We now give briefly the intuition how managing and proposing $validValue$
and $validRound$ ensures termination. Formal treatment is left for
Section~\ref{sec:proof}.
The first thing to note is that during good period, because of the
\emph{Gossip communication} property, if a correct process $p$ locks a value
$v$ in some round $r$, all correct processes will update $validValue$ to $v$
and $validRound$ to $r$ before the end of the round $r$ (we prove this formally
in the Section~\ref{sec:proof}). The intuition is that messages that led to $p$
locking a value $v$ in the round $r$ will be gossiped to all correct processes
before the end of the round $r$, so it will update $validValue$ and
$validRound$ (the line~\ref{line:tab:recvPrevote}). Therefore, if a correct
process locks some value during good period, $validValue$ and $validRound$ are
updated by all correct processes so that the value proposed in the following
rounds will be acceptable by all correct processes. Note
that it could happen that during good period, no correct process locks a value,
but some correct process $q$ updates $validValue$ and $validRound$ during some
round. As no correct process locks a value in this case, $validValue_q$ and
$validRound_q$ will also be acceptable by all correct processes as
$validRound_q > lockedRound_c$ for every correct process $c$ and as the
\emph{Gossip communication} property ensures that the corresponding $\Prevote$
messages that $q$ received in the round $validRound_q$ are received by all
correct processes $\Delta$ time later.
Finally, it could happen that after GST, there is a long sequence of rounds in which
no correct process neither locks a value nor update $validValue$ and $validRound$.

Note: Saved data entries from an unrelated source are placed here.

"""Decisions that cannot be made by accident: the dialogs preselect nothing, an answer the
design file contradicts is flagged at once, and accepting a hazard asks who accepts it.

The naive bench example's own file says ``timing.enforced_in = "none"`` and
``drive.shared_signal = true``: a "yes" to "is the dead time enforced in hardware" contradicts
it (the design file is the check value here)."""

from __future__ import annotations

from reviewer import record as rec
from reviewer.report import markdown, text
from reviewer.report.conflicts import conflicts
from reviewer.tui.app import WalkApp
from reviewer.tui.dialogs import ChoiceDialog
from reviewer.tui.session import Walk

QUESTION = "checklist.dead-time-enforced"


def make(path) -> WalkApp:
    return WalkApp(Walk.open(path, reviewer="tester"), poll=0)


async def settle(app, pilot) -> None:
    await app.workers.wait_for_complete()
    await pilot.pause()


async def select(app, pilot, key: str) -> None:
    app.query_one("#findings").go(key)
    await pilot.pause()
    assert app.selected == key


async def test_two_enters_record_no_answer(naive):
    app = make(naive)
    async with app.run_test(size=(100, 32)) as pilot:
        await settle(app, pilot)
        await select(app, pilot, QUESTION)
        await pilot.press("enter")
        await pilot.pause()
        assert isinstance(app.screen, ChoiceDialog)
        assert app.screen.value is None  # nothing preselected
        await pilot.press("enter", "enter")
        await pilot.pause()
        await pilot.press("tab", "enter")
        await pilot.pause()
        assert isinstance(app.screen, ChoiceDialog)  # still open: refused in place
        assert "nothing chosen" in str(app.screen.query_one("#error").content)
    assert not rec.record_path(naive).exists() or QUESTION not in rec.load(
        rec.record_path(naive)).answers


async def test_two_enters_record_no_decision(naive):
    app = make(naive)
    async with app.run_test(size=(100, 32)) as pilot:
        await settle(app, pilot)
        await pilot.press("n")
        key = app.selected
        await pilot.press("enter")
        await pilot.pause()
        assert isinstance(app.screen, ChoiceDialog) and app.screen.value is None
        await pilot.press("enter", "enter")
        await pilot.pause()
    assert not rec.record_path(naive).exists() or key not in rec.load(
        rec.record_path(naive)).decisions


async def test_a_single_click_does_not_open_the_dialog(naive):
    app = make(naive)
    async with app.run_test(size=(100, 32)) as pilot:
        await settle(app, pilot)
        before = app.selected
        await pilot.click("#findings", offset=(5, 4))
        await pilot.pause()
        assert not isinstance(app.screen, ChoiceDialog)
        assert app.selected is not None and app.selected != "" and before is not None


async def test_contradicting_answer_is_flagged_at_once_and_everywhere(naive):
    app = make(naive)
    async with app.run_test(size=(100, 32)) as pilot:
        await settle(app, pilot)
        await select(app, pilot, QUESTION)
        await pilot.press("enter")
        await pilot.pause()
        await pilot.press("y")
        await pilot.pause()
        warning = str(app.screen.query_one("#warning").content)
        assert "timing.enforced_in" in warning and "contradicts" in warning  # before saving
        await pilot.press("enter")
        await settle(app, pilot)
        walk = app.walk
        item = walk.item(QUESTION)
        assert item is not None, "a contradicted answer stays in the list"
        assert walk.needs_decision(item)
        assert "CONTRADICTS" in app.query_one("#detail").text
        assert walk.tally()["conflicts"] >= 1
    review = walk.review
    assert {c.field for c in conflicts(review)} >= {"timing.enforced_in"}
    md = markdown.render([review])
    assert "contradict" in md and "`timing.enforced_in`" in md
    assert "contradict" in text.render([review], color=False)


def test_no_conflict_where_the_design_agrees():
    from reviewer.review import review_file
    from tests.conftest import example

    r = review_file(example("careful_12v_sine"), use_record=False)  # enforced_in = "hardware"
    from reviewer.report.conflicts import answer_conflicts

    assert answer_conflicts(r.sheet, QUESTION, "yes") == []
    assert answer_conflicts(r.sheet, QUESTION, "no") == []


def test_accepting_a_hazard_shows_who_in_the_reports(naive):
    walk = Walk.open(naive, reviewer="tester")
    walk.install(walk.refresh())
    hazard = next(i for i in walk.items() if i.outcome == "fail"
                  and i.finding.severity == "hazard")
    walk.decide(hazard.key, "accepted", "bench supply limited to 1 A", "A. Lead, design owner")
    walk.install(walk.refresh())
    md = markdown.render([walk.review])
    assert "accepted by A. Lead, design owner" in md
    assert "accepted by A. Lead, design owner" in text.render([walk.review], color=False)


def test_walkthrough_export_and_check_o_write_the_same_markdown(naive, tmp_path, capsys):
    """One writer: the same record gives the same Markdown (and the same pictures) from the
    walkthrough's export and from ``reviewer check --format markdown -o``."""
    from reviewer.cli import main

    walk = Walk.open(naive, reviewer="tester")
    walk.install(walk.refresh())
    key = walk.next_undecided(None)
    walk.decide(key, "will_change", "")
    walk.answer("checklist.gate-loop", "yes", "checked on the layout draft")
    walk.install(walk.refresh())
    a = tmp_path / "a" / "review.md"
    b = tmp_path / "b" / "review.md"
    walk.export(a)
    b.parent.mkdir()
    assert main(["check", str(naive), "--format", "markdown", "-o", str(b)]) == 0
    # the review date is today's in both; the design path is the same file
    assert a.read_text(encoding="utf-8") == b.read_text(encoding="utf-8")
    assert sorted(p.name for p in a.parent.iterdir()) == sorted(p.name for p in b.parent.iterdir())
    assert "](review.timing.svg)" in a.read_text(encoding="utf-8")


def test_default_export_is_a_reviews_folder_never_a_packaged_example(naive):
    from pathlib import Path

    from reviewer.paths import examples_dir

    assert Walk.open(naive).default_export() == naive.parent / "reviews" / "bench.review.md"
    packaged = Walk.open(examples_dir() / "naive_bench_pchannel.toml").default_export()
    assert examples_dir().resolve() not in packaged.resolve().parents
    assert packaged.parent.name == "reviews" and packaged.parent.parent == Path.cwd()


async def test_export_refused_early_when_the_design_does_not_load(broken):
    app = make(broken)
    async with app.run_test(size=(100, 32)) as pilot:
        await settle(app, pilot)
        await pilot.press("e")
        await pilot.pause()
        from reviewer.tui.dialogs import PathDialog

        assert not isinstance(app.screen, PathDialog)


async def test_every_entry_distinguishable_at_80_by_24(naive, mains):
    for path in (naive, mains):
        app = make(path)
        async with app.run_test(size=(80, 24)) as pilot:
            await settle(app, pilot)
            app.walk.show_passed = True  # the longest list
            app.show_all()
            await pilot.pause()
            ol = app.query_one("#findings")
            shown = [ol.get_option_at_index(i).prompt.plain for i in range(ol.option_count)
                     if not ol.get_option_at_index(i).disabled]
            assert len(shown) == len(set(shown)), [s for s in shown if shown.count(s) > 1]
            width = ol.scrollable_content_region.width
            assert all(len(line) <= width for s in shown for line in s.splitlines())


async def test_whatif_unknown_field_gets_a_suggestion(naive):
    app = make(naive)
    async with app.run_test(size=(100, 32)) as pilot:
        await settle(app, pilot)
        await pilot.press("w")
        await pilot.pause()
        d = app.screen
        d.query_one("#field").value = "timing.dead_tim"
        d.query_one("#value").value = "800 ns"
        d.query_one("#why").focus()
        await pilot.press("enter")
        await pilot.pause()
        assert "did you mean" in str(d.query_one("#error").content)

In this case, during this sequence of rounds, the proposed value suggested by correct
processes was not accepted by all correct processes. Note that this sequence of rounds
is always finite as at the beginning of every
round there is at least a single correct process $c$ such that $validValue_c$
and $validRound_c$ are acceptable by every correct process. This is true as
there exists a correct process $c$ such that for every other correct process
$p$, $validRound_c > lockedRound_p$ or $validValue_c = lockedValue_p$. This is
true as $c$ is the process that has locked a value in the most recent round
among all correct processes (or no correct process locked any value). Therefore,
eventually $c$ will be the proper in some round and the proposed value will be accepted
by all correct processes, terminating therefore this sequence of
rounds.
Therefore, updating $validValue$ and $validRound$ variables, and the
\emph{Gossip communication} property, together ensures that eventually, during
the good period, there exists a round with a correct proposer whose proposed
value will be accepted by all correct processes, and all correct processes will
terminate in that round. Note that this mechanism, contrary to the common
termination mechanism illustrated in the
Figure~\ref{ch3:fig:coordinator-change}, does not require exchanging any
additional information in addition to messages already sent as part of what is
normally being called "normal" case.